— Activity —
How many lines below hold the string "false"? Report that number alone.

— Data for this exercise —
—————
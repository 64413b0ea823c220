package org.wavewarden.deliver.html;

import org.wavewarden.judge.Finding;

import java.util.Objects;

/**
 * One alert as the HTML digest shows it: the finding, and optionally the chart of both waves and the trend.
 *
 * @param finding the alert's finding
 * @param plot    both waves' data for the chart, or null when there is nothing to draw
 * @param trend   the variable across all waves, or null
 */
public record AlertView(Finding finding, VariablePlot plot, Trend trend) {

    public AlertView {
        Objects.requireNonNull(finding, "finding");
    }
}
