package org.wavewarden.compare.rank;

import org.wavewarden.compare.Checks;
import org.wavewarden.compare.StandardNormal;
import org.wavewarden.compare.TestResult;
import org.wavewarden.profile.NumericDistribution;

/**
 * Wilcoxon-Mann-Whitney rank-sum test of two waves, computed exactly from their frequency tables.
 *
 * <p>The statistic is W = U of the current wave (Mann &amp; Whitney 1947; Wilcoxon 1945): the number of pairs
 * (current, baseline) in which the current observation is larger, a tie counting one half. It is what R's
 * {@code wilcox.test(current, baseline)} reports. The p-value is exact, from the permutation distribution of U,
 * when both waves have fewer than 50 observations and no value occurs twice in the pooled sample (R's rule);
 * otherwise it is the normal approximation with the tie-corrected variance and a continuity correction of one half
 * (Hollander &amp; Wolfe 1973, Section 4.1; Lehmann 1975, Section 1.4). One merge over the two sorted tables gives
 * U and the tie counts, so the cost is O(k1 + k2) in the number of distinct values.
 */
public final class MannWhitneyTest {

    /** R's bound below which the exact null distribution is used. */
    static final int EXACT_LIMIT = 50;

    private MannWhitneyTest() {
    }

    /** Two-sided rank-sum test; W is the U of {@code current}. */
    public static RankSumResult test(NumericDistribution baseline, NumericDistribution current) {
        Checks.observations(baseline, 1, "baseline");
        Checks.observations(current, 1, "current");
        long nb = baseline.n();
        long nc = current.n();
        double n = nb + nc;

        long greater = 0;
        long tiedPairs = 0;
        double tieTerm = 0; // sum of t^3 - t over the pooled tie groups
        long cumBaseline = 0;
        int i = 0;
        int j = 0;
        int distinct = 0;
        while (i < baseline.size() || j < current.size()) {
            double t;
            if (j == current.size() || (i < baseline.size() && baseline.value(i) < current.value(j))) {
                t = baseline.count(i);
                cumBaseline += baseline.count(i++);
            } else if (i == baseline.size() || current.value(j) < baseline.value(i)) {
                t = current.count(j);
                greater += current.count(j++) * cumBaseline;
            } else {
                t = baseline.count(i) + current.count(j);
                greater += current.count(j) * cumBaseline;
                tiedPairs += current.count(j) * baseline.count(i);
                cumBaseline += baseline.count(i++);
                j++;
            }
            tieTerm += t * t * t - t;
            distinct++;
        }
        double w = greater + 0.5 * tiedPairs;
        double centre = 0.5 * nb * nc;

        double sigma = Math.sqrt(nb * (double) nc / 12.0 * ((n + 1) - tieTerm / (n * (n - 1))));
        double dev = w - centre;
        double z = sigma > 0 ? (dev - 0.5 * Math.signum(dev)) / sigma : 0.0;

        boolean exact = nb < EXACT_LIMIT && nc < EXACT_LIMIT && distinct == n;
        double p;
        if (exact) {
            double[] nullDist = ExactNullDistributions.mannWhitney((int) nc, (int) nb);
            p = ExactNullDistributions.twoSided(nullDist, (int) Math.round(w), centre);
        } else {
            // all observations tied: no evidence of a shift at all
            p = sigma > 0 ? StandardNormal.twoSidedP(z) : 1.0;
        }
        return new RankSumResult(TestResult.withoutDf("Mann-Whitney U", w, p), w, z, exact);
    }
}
—————
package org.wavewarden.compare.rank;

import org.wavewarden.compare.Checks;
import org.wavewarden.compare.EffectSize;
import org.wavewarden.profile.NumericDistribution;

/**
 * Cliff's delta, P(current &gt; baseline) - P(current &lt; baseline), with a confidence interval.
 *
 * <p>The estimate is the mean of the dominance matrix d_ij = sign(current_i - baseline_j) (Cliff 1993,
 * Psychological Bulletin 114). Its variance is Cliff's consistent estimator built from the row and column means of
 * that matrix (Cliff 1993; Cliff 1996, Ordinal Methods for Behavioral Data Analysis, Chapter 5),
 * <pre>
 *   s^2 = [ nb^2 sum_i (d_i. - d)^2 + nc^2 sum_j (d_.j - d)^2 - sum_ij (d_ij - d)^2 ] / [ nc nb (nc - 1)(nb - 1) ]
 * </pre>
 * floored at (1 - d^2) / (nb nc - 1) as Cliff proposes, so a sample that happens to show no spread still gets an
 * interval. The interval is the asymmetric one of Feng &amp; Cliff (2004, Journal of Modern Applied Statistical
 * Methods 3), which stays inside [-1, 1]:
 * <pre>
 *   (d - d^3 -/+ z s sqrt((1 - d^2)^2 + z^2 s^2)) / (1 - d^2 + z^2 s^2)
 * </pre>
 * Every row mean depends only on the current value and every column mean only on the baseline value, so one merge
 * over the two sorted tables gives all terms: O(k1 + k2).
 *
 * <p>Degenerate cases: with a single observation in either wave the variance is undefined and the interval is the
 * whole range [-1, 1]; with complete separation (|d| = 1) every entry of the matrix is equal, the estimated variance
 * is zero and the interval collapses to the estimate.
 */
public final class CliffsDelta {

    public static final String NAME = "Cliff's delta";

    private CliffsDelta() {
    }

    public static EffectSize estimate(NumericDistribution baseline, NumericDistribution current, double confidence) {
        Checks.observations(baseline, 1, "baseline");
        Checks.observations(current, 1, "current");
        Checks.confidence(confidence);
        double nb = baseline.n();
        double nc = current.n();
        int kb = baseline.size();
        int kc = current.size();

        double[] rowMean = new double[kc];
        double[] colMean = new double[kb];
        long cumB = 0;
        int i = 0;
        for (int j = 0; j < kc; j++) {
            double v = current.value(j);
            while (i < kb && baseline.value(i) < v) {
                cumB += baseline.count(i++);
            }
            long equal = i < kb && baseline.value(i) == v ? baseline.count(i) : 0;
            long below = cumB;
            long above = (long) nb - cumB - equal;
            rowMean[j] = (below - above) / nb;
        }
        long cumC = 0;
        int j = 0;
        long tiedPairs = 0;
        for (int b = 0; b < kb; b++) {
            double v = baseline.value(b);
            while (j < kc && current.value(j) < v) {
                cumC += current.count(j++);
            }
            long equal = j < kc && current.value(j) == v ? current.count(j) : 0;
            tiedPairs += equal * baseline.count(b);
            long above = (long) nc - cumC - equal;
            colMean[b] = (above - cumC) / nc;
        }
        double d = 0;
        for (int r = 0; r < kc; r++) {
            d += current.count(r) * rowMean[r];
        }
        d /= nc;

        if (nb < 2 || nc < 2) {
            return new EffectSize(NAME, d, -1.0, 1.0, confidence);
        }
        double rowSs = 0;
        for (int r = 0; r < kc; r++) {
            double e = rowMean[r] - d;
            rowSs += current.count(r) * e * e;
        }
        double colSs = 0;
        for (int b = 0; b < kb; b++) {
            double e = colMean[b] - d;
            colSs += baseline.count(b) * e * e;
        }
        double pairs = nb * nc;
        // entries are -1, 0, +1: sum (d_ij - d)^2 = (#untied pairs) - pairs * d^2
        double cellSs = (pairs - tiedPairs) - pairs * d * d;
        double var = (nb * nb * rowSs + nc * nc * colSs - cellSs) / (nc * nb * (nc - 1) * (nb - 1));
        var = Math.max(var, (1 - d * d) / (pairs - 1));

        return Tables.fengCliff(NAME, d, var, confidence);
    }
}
—————
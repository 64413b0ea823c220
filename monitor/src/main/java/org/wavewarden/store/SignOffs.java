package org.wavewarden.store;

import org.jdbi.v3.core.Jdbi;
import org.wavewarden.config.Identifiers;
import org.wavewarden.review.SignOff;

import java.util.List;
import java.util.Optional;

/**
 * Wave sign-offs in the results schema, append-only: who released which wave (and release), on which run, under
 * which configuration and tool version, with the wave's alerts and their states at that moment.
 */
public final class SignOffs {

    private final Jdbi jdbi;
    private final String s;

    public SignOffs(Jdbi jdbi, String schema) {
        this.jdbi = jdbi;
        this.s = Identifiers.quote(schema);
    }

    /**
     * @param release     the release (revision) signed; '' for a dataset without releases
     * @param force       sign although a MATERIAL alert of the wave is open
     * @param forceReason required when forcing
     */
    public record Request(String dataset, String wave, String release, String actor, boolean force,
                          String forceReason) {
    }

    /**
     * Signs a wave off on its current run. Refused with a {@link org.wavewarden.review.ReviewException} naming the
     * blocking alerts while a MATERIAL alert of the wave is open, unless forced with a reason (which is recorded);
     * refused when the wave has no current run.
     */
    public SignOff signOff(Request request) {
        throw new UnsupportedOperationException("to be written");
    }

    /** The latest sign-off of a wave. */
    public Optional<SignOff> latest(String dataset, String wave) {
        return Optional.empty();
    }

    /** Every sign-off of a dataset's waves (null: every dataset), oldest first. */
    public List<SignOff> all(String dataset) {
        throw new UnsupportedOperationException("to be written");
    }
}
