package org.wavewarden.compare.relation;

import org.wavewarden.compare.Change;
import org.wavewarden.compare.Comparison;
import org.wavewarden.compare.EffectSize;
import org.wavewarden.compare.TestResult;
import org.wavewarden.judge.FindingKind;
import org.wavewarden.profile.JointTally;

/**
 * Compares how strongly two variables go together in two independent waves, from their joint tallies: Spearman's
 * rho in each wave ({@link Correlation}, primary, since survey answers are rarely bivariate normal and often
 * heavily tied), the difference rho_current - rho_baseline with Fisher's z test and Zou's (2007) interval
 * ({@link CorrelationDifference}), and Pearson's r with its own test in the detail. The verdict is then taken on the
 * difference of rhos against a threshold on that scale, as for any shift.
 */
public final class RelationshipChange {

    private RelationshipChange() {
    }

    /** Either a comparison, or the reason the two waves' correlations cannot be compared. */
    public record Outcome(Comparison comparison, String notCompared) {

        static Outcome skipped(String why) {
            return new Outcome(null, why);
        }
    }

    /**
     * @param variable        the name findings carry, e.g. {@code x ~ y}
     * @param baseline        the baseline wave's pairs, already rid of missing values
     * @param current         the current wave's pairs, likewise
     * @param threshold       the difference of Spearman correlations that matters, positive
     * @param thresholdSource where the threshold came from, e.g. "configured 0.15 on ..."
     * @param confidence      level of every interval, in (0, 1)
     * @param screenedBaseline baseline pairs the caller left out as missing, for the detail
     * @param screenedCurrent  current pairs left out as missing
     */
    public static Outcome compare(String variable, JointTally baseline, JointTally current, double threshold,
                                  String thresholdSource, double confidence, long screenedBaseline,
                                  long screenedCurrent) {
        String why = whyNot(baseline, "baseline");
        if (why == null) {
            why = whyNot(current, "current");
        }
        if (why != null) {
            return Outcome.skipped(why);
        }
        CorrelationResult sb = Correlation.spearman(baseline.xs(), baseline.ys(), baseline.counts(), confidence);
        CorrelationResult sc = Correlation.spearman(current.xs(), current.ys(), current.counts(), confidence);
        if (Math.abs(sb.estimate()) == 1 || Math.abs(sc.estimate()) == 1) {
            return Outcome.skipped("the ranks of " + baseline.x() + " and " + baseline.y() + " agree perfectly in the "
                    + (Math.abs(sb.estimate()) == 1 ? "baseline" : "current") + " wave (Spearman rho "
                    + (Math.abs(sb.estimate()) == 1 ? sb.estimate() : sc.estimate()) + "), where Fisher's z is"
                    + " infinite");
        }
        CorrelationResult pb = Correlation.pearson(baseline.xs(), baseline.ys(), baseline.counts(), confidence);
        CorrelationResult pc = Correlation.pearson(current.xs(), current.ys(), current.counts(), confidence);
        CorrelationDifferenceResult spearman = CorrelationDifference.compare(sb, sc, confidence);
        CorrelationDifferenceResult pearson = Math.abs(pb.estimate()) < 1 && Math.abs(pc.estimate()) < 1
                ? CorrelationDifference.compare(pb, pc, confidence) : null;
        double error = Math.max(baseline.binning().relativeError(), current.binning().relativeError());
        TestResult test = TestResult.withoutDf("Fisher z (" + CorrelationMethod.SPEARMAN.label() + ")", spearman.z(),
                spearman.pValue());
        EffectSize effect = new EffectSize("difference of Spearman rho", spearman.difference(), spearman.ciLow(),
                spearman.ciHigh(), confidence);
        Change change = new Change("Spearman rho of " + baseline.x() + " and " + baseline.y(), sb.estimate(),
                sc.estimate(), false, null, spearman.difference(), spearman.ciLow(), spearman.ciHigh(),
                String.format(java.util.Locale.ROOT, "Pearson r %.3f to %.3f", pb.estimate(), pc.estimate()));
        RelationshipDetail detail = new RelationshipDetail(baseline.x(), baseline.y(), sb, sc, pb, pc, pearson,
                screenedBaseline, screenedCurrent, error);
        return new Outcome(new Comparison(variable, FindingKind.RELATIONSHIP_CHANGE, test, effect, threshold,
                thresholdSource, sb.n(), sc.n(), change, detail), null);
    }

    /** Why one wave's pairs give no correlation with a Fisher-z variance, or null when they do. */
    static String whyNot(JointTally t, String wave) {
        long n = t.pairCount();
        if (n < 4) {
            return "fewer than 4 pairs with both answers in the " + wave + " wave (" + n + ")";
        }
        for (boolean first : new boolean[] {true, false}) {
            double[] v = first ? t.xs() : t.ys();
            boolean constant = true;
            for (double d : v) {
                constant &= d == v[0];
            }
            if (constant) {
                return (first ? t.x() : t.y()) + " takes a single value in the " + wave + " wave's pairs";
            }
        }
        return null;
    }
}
—————
— Completed task —
2